Flipped Classroom: Effective Teaching for Time Series Forecasting

Philipp Teutsch,Patrick Mäder
DOI: https://doi.org/10.48550/arXiv.2210.08959
2022-10-17
Abstract:Sequence-to-sequence models based on LSTM and GRU are a most popular choice for forecasting time series data reaching state-of-the-art performance. Training such models can be delicate though. The two most common training strategies within this context are teacher forcing (TF) and free running (FR). TF can be used to help the model to converge faster but may provoke an exposure bias issue due to a discrepancy between training and inference phase. FR helps to avoid this but does not necessarily lead to better results, since it tends to make the training slow and unstable instead. Scheduled sampling was the first approach tackling these issues by picking the best from both worlds and combining it into a curriculum learning (CL) strategy. Although scheduled sampling seems to be a convincing alternative to FR and TF, we found that, even if parametrized carefully, scheduled sampling may lead to premature termination of the training when applied for time series forecasting. To mitigate the problems of the above approaches we formalize CL strategies along the training as well as the training iteration scale. We propose several new curricula, and systematically evaluate their performance in two experimental sets. For our experiments, we utilize six datasets generated from prominent chaotic systems. We found that the newly proposed increasing training scale curricula with a probabilistic iteration scale curriculum consistently outperforms previous training strategies yielding an NRMSE improvement of up to 81% over FR or TF training. For some datasets we additionally observe a reduced number of training iterations. We observed that all models trained with the new curricula yield higher prediction stability allowing for longer prediction horizons.
Machine Learning,Artificial Intelligence
What problem does this paper attempt to address?
The problem that this paper attempts to solve is the defects existing in common training strategies (such as Teacher Forcing, TF, and Free Running, FR) in time - series prediction, especially the deficiencies shown by these strategies when dealing with time - series data of chaotic systems. Specifically: 1. **Teacher Forcing (TF)**: Although it can accelerate the model convergence speed, there are differences in the data distribution during the training and inference stages, which leads to the exposure bias of the model when facing its own predicted values.

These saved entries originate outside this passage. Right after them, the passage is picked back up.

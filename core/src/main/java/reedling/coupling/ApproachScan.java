// SPDX-License-Identifier: Apache-2.0
package reedling.coupling;

import static reedling.contact.ContactBlock.at;
import static reedling.contact.ContactBlock.load;

import jdk.incubator.vector.VectorOperators;
import reedling.contact.Column;
import reedling.contact.ContactBlock;
import reedling.contact.ContactKernel;
import reedling.math.Lanes;

/** Limits the step for rows that do not touch now but are about to; runs before later stages write over the gather. */
final class ApproachScan {

    private ApproachScan() {}

    static void scan(ContactBlock block, ContactKernel normal, ApproachRule rule, ContactTally tally) {
        double[] c = block.columns();
        for (int r = 0; r < block.rows(); r += Lanes.TILE) {
            if (anyApart(c, r)) {
                scanTile(c, r, block.reach(), normal, rule, tally);
            }
        }
    }

    private static boolean anyApart(double[] c, int row) {
        if (Lanes.VECTORISED) {
            return load(c, Column.OVERLAP, row)
                    .test(VectorOperators.IS_NEGATIVE)
                    .anyTrue();
        }
        return true;
    }

    private static void scanTile(
            double[] c, int from, double reach, ContactKernel normal, ApproachRule rule, ContactTally tally) {
        for (int r = from; r < from + Lanes.TILE; r++) {
            double gap = -c[at(Column.OVERLAP) + r];
            if (gap > 0) {
                gap = ApproachRule.ahead(gap, reach);
                double closing = c[at(Column.CLOSING) + r];
                if (rule.concerns(gap, closing)) {
                    double radius = c[at(Column.EFFECTIVE_RADIUS) + r];
                    double mass = c[at(Column.EFFECTIVE_MASS) + r];
                    tally.approach(rule.limit(gap, closing, normal.duration(closing, radius, mass)));
                }
            }
        }
    }
}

That is, the model has never been exposed to its own wrong predictions during the training process, so it has a low tolerance for small errors in practical applications, which limits its performance in the long - prediction range. 2. **Free Running (FR)**: Although it can avoid exposure bias and improve the robustness of the model, it will cause the training process to be slow and unstable and may not reach the best performance. 3. **Limitations of existing solutions**: For example, Scheduled Sampling attempts to combine the advantages of TF and FR, but when applied to time - series prediction, even if the parameters are set properly, it may lead to premature termination of training. To solve the above problems, the author proposes a new Curriculum Learning (CL) strategy. By dynamically adjusting the proportion of TF and FR during the training process, it aims to improve the prediction stability and accuracy of the model, especially when dealing with data from chaotic systems. The main contributions of the paper are: - Proposing a series of new curriculum learning strategies and systematically evaluating their performance on different datasets. - Discovering that the newly proposed Increasing Training Scale Curricula combined with the Probabilistic Iteration Scale Curriculum can significantly outperform the traditional TF and FR training methods, with the NRMSE (Normalized Root Mean Square Error) improved by up to 81%. - The new strategy also reduces the number of training iterations and improves the prediction stability of the model, allowing for longer - term predictions. In conclusion, this paper improves the prediction performance and stability of the model by improving the training strategy of the time - series prediction model, especially for the time - series data of chaotic systems.